== What is needed ==
Repeat, please, only the lines from the top of the data down to the line with "torque at limit"; include both of those lines.

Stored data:
▬▬▬▬▬▬

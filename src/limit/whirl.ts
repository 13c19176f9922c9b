import type { LoadCase, Speed } from '../job/job.js';
import type { Metal } from '../material/material.js';
import type { Box } from '../tube/box.js';
import type { Section } from '../tube/section.js';
import { times, type Span } from '../tube/span.js';
import type { Check, Limit, Pair } from './check.js';

/** The stiffness that thrust and torque leave, squared, is never taken below this. */
const LEAST_LEFT = 1e-6;

/** More than rounding can do to 1 − v: near 0 it is absolute, so it is allowed for before the root magnifies it. */
const ROUNDING = 1e-14;

/**
 * First whirl speed of a span, simply supported, with shear and rotary inertia, softened by thrust and torque at limit
 * load: ω₁ = (π/Ls)²√(EI/(ρA))/√(1 + z)·√(1 − v), z = (π/Ls)²(I/A)(1 + E/(κs·G)), v = P/P_E + (T/T_cr)².
 */
export class WhirlSpeed {
  private readonly stiffness = Number.NaN;
  private readonly shear = Number.NaN;
  private readonly thrust = Number.NaN;
  private readonly torque = Number.NaN;
  private readonly demand = Number.NaN;

  /**
   * @param span Ls, m
   * @param demand Ω that ω₁ is compared with, rad/s
   */
  constructor(load: LoadCase, metal: Metal, span: number, demand = 1) {
    this.demand = demand;
    const { youngsModulus, shearModulus, poissonRatio, density } = metal;
    const wave = Math.PI / span;
    // thin round tube: G. R. Cowper, J. Appl. Mech. 33 (1966), from memory
    const shearCoefficient = (2 * (1 + poissonRatio)) / (4 + 3 * poissonRatio);
    this.stiffness = wave * wave * Math.sqrt(youngsModulus / density);
    this.shear = wave * wave * (1 + youngsModulus / (shearCoefficient * shearModulus));
    this.thrust = Math.max(0, -load.axial) / (wave * wave * youngsModulus);
    this.torque = (Math.abs(load.torque) * span) / (2 * Math.PI * youngsModulus);
  }

  /** ω₁, rad/s */
  speed(at: Section): number {
    const { gyrationSquared: g, perSecondMoment } = at;
    const twisting = this.torque * perSecondMoment;
    const left = Math.max(1 - this.thrust * perSecondMoment - twisting * twisting, LEAST_LEFT);
    return this.stiffness * Math.sqrt((g * left) / (1 + this.shear * g));
  }

  /**
   * Ω/ω₁ over a box. The slopes of ω₁ are those of I/A times 1/(2(1 + z)), and those of I times what thrust and torque
   * take: (½·P/P_E + (T/T_cr)²)/(1 − v), or 0 where 1 − v is held.
   */
  ratioOver({ gyrationSquared: g, perSecondMoment: c }: Box, out: Span): void {
    const { shear, stiffness, thrust, torque, demand } = this;
    const z0 = 1 / (1 + shear * g.lo);
    const z1 = 1 / (1 + shear * g.hi);
    const p0 = thrust * c.lo;
    const p1 = thrust * c.hi;
    const s0 = torque * c.lo;
    const s1 = torque * c.hi;
    const t0 = s0 * s0;
    const t1 = s1 * s1;
    const most = Math.max(1 - p0 - t0 + ROUNDING, LEAST_LEFT);
    const least = Math.max(1 - p1 - t1 - ROUNDING, LEAST_LEFT);
    const f0 = least > LEAST_LEFT ? (0.5 * p0 + t0) / most : 0;
    const f1 = most > LEAST_LEFT ? (0.5 * p1 + t1) / least : 0;
    out.lo = demand / (stiffness * Math.sqrt(g.hi * z1 * most));
    out.hi = demand / (stiffness * Math.sqrt(g.lo * z0 * least));
    out.dLo = -times(g.dHi, 0.5 * z0, 0.5 * z1) - times(-c.dLo, f1, f0);
    out.dHi = -times(g.dLo, 0.5 * z1, 0.5 * z0) - times(-c.dHi, f0, f1);
    out.tLo = -times(g.tHi, 0.5 * z0, 0.5 * z1) - times(-c.tLo, f1, f0);
    out.tHi = -times(g.tLo, 0.5 * z1, 0.5 * z0) - times(-c.tHi, f0, f1);
  }
}

export class Whirl implements Check {
  readonly limit = 'whirl';
  readonly proportion = null;
  private readonly first: WhirlSpeed;
  private readonly demand = Number.NaN;

  constructor(
    readonly load: number,
    loadCase: LoadCase,
    metal: Metal,
    span: number,
    { max, margin }: Speed,
  ) {
    this.demand = margin * max;
    this.first = new WhirlSpeed(loadCase, metal, span, this.demand);
  }

  utilisation(at: Section): number {
    return this.demand / this.first.speed(at);
  }

  bound(over: Box, out: Span): void {
    this.first.ratioOver(over, out);
  }

  pair(at: Section): Pair {
    return { demand: this.demand, capacity: this.first.speed(at), interaction: false };
  }
}

/** First whirl speed against the running speed with its margin. */
export const whirl: Limit = {
  id: 'whirl',
  label: 'whirl',
  unit: 'rad/s',
  formula: 'U = margin·Ω_max/ω₁, ω₁ = (π/Ls)²√(EI/(ρA))/√(1 + (π/Ls)²(I/A)(1 + E/(κs·G)))·√(1 − P/P_E − (T/T_cr)²)',
  source:
    'Timoshenko beam, first mode; Cowper 1966 for κs; softening by thrust and torque, Southwell & Gough 1921; from memory',
  prepare: ({ loads, tube, speed }, metal) =>
    speed === null ? [] : loads.map((load, index) => new Whirl(index, load, metal, tube.supportSpacing, speed)),
};
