import type { Limit } from './check.js';
import { AtLeast, AtMost, SLIMNESS } from './geometric.js';

/** The range of D/t in which the rules of this engine hold. */
export const diameterToWall: Limit = {
  id: 'diameter-to-wall',
  label: 'diameter to wall',
  unit: '1',
  formula: 'U = the larger of (D/t)_min/(D/t) and (D/t)/(D/t)_max',
  source: 'Below 6 the tube is no longer a tube; above 600 no cited buckling rule holds (ours, unless the job says)',
  prepare: ({ tube }) => [
    new AtLeast('diameter-to-wall', SLIMNESS, tube.diameterToWallMin),
    new AtMost('diameter-to-wall', SLIMNESS, tube.diameterToWallMax),
  ],
};
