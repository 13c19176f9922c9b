import type { WallBuckling } from '../buckling/wall.js';
import type { Box } from '../tube/box.js';
import type { Section } from '../tube/section.js';
import type { Span } from '../tube/span.js';
import type { Check } from './check.js';
import { Column } from './column.js';
import { StrengthCheck } from './strength.js';
import { WallBucklingCheck } from './wall-buckling.js';
import { Whirl } from './whirl.js';

/**
 * Checks sorted by their kind, so that every call in the inner loop has one kind of check to deal with: the compiler
 * then works its numbers out in place, where a call that may go anywhere makes an object of each.
 */
export class Groups {
  /** the checks in the order of their places */
  readonly all: readonly Check[];
  private readonly whirls: readonly Whirl[];
  private readonly columns: readonly Column[];
  private readonly strengths: readonly StrengthCheck[];
  private readonly walls: readonly WallBucklingCheck[];
  private readonly rest: readonly Check[];

  constructor(checks: readonly Check[]) {
    this.whirls = checks.filter((check) => check instanceof Whirl);
    this.columns = checks.filter((check) => check instanceof Column);
    this.strengths = checks.filter((check) => check instanceof StrengthCheck);
    this.walls = checks.filter((check) => check instanceof WallBucklingCheck);
    const sorted: readonly Check[] = [...this.whirls, ...this.columns, ...this.strengths, ...this.walls];
    this.rest = checks.filter((check) => !sorted.includes(check));
    this.all = [...sorted, ...this.rest];
  }

  /** The only check, where it is the wall's buckling. */
  get lone(): WallBuckling | null {
    return this.all.length === 1 ? (this.walls[0]?.wall ?? null) : null;
  }

  /**
   * What works out U of all checks at a point, into `values`. It comes in parts that are called through a variable, so
   * that the compiler takes each as a whole: what it puts in place it counts, and past a certain sum it stops.
   */
  steps(values: Float64Array): readonly ((at: Section) => void)[] {
    const { whirls, columns, strengths, walls, rest } = this;
    const firstWall = whirls.length + columns.length + strengths.length;
    const firstOfRest = firstWall + walls.length;
    const light = (at: Section): void => {
      let n = 0;
      for (let i = 0; i < whirls.length; i++) values[n++] = (whirls[i] as Whirl).utilisation(at);
      for (let i = 0; i < columns.length; i++) values[n++] = (columns[i] as Column).utilisation(at);
      for (let i = 0; i < strengths.length; i++) values[n++] = (strengths[i] as StrengthCheck).utilisation(at);
    };
    const heavy = (at: Section): void => {
      for (let i = 0; i < walls.length; i++)
        values[firstWall + i] = (walls[i] as WallBucklingCheck).wall.utilisation(at);
    };
    const other = (at: Section): void => {
      for (let i = 0; i < rest.length; i++) values[firstOfRest + i] = (rest[i] as Check).utilisation(at);
    };
    return [
      ...(firstWall > 0 ? [light] : []),
      ...(walls.length > 0 ? [heavy] : []),
      ...(rest.length > 0 ? [other] : []),
    ];
  }

  /** U of all checks enclosed over a box, into the spans from `first` on. */
  bounds(over: Box, spans: readonly Span[], first: number): void {
    const { whirls, columns, strengths, walls, rest } = this;
    let n = first;
    for (let i = 0; i < whirls.length; i++) (whirls[i] as Whirl).bound(over, spans[n++] as Span);
    for (let i = 0; i < columns.length; i++) (columns[i] as Column).bound(over, spans[n++] as Span);
    for (let i = 0; i < strengths.length; i++) (strengths[i] as StrengthCheck).bound(over, spans[n++] as Span);
    for (let i = 0; i < walls.length; i++) (walls[i] as WallBucklingCheck).bound(over, spans[n++] as Span);
    for (let i = 0; i < rest.length; i++) (rest[i] as Check).bound(over, spans[n++] as Span);
  }
}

▬▬▬▬▬▬

== Written response ==
filename src/limit/whirl.ts
repository 13c19176f9922c9b
import type { LoadCase, Speed } from '../job/job.js';
import type { Metal } from '../material/material.js';
import type { Box } from '../tube/box.js';
import type { Section } from '../tube/section.js';
import { times, type Span } from '../tube/span.js';
import type { Check, Limit, Pair } from './check.js';

/** The stiffness that thrust and torque leave, squared, is never taken below this. */
const LEAST_LEFT = 1e-6;

/** More than rounding can do to 1 − v: near 0 it is absolute, so it is allowed for before the root magnifies it. */
const ROUNDING = 1e-14;

/**
 * First whirl speed of a span, simply supported, with shear and rotary inertia, softened by thrust and torque at limit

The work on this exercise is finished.